Start of Block
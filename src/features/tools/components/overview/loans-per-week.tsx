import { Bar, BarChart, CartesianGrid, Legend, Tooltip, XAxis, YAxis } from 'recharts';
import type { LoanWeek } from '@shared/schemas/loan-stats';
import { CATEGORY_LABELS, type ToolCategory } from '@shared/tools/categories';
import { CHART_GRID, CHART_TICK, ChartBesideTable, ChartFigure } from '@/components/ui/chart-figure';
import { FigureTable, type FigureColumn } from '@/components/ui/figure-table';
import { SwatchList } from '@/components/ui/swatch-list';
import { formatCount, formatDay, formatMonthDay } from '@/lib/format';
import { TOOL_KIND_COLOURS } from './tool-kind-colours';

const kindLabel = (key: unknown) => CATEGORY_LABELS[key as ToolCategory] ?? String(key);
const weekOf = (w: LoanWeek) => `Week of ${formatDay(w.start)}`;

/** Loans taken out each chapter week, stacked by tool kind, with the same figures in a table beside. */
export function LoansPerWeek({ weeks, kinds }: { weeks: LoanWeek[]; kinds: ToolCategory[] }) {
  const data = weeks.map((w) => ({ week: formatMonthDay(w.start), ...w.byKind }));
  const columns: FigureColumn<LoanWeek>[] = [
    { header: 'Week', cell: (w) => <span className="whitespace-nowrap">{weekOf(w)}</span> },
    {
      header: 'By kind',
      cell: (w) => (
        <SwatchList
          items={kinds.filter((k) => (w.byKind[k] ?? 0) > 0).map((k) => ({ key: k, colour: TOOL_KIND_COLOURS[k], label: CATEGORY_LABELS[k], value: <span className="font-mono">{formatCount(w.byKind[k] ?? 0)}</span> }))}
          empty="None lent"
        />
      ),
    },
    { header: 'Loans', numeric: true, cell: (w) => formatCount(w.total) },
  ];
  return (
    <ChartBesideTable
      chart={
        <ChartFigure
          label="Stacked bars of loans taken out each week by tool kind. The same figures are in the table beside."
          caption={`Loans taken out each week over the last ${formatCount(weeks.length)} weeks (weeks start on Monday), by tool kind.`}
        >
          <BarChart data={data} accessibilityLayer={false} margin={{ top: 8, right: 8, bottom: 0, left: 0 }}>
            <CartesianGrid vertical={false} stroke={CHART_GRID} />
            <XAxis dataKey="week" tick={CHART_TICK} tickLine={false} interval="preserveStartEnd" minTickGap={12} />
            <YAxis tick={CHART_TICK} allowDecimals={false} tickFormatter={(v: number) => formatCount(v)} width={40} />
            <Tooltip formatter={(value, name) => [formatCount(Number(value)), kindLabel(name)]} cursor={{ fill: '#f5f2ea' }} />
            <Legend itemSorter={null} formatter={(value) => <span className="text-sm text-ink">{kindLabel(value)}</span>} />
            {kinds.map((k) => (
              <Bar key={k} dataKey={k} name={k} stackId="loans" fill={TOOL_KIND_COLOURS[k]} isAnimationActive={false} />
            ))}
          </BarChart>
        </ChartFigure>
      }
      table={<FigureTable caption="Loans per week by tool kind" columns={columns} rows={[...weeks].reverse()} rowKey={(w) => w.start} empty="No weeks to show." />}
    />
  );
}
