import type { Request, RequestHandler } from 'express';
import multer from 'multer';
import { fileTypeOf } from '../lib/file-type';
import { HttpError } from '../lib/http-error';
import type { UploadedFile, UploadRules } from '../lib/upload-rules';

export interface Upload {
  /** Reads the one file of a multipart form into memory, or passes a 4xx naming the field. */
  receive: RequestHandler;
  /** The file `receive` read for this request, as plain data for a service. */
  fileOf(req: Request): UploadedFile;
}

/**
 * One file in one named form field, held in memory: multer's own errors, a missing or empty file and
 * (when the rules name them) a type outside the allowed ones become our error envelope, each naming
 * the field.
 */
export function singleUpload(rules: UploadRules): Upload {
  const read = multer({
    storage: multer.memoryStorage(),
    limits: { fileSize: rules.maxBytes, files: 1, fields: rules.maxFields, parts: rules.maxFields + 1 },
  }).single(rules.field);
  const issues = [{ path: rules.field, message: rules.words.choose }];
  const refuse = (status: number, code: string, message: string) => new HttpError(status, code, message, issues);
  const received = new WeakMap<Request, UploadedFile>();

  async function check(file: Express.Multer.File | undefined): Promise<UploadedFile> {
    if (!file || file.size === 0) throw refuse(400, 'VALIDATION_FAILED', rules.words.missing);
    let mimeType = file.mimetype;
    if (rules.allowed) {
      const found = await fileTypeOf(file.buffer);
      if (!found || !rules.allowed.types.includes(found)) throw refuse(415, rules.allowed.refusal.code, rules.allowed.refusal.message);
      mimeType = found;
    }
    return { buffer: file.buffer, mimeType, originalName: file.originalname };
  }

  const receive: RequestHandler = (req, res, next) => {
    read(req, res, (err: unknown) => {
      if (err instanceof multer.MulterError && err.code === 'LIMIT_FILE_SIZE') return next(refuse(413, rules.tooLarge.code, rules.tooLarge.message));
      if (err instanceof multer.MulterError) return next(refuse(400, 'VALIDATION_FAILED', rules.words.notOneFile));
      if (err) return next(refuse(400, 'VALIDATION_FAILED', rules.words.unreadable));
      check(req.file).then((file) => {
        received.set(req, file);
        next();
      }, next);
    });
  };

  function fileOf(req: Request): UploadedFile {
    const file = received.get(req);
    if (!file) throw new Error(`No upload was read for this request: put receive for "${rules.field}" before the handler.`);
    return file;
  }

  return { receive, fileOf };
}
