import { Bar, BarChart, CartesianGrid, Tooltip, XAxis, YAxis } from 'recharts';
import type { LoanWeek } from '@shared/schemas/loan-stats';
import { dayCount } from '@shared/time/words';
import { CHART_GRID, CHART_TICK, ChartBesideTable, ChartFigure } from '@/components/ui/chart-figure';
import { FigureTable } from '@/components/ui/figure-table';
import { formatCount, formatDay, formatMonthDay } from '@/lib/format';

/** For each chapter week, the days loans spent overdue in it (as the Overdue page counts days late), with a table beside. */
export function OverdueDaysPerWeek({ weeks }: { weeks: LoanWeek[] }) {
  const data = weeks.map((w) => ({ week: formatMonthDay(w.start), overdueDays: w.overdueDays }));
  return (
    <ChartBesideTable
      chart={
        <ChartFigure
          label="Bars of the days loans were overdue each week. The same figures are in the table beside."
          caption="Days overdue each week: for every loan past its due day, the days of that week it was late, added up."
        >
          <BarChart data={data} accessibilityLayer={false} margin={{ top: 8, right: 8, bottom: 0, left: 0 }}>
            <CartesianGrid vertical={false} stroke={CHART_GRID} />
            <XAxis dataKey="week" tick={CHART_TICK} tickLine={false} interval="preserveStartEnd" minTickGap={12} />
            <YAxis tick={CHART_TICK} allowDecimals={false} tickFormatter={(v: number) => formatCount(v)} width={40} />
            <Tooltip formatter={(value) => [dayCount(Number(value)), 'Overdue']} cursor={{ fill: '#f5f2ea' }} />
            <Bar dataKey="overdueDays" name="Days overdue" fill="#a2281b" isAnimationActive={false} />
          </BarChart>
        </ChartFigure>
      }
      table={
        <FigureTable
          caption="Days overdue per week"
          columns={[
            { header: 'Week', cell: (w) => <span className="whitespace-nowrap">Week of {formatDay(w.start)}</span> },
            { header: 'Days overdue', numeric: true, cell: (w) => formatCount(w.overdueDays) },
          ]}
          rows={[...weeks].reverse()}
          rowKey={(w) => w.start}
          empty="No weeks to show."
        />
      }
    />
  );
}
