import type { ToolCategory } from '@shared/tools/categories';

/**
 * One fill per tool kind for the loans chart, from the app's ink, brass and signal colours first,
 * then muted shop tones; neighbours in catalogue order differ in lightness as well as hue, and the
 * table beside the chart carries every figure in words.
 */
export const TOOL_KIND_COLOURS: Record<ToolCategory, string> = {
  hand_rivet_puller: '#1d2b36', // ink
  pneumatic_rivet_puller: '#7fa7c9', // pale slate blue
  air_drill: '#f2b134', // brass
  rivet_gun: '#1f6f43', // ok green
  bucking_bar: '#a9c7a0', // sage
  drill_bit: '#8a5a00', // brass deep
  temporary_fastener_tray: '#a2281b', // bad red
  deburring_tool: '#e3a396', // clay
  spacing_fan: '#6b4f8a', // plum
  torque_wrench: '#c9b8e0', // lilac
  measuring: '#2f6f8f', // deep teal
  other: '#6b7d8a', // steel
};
End of Block
Start of Block
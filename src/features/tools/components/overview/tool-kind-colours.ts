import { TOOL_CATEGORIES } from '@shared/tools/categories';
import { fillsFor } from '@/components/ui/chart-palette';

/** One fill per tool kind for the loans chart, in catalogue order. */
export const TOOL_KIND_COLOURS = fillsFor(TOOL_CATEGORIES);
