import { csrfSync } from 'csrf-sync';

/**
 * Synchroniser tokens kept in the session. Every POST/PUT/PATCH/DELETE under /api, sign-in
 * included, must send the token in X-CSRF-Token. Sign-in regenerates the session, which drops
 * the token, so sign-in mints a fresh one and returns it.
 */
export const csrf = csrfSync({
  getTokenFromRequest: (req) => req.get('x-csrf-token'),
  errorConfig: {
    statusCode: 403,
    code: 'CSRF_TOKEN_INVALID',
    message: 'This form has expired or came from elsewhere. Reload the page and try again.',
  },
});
End of Block
• [What is expected]
Given the records above, reproduce precisely and only the lines between the line holding "(w) => formatCount(w.total)" and the line holding "bars of loans", inclusive.

• [Answer box]
    { header: 'Loans', numeric: true, cell: (w) => formatCount(w.total) },
  ];
  return (
    <ChartBesideTable
      chart={
        <ChartFigure
          label="Stacked bars of loans taken out each week by tool kind. The same figures are in the table beside."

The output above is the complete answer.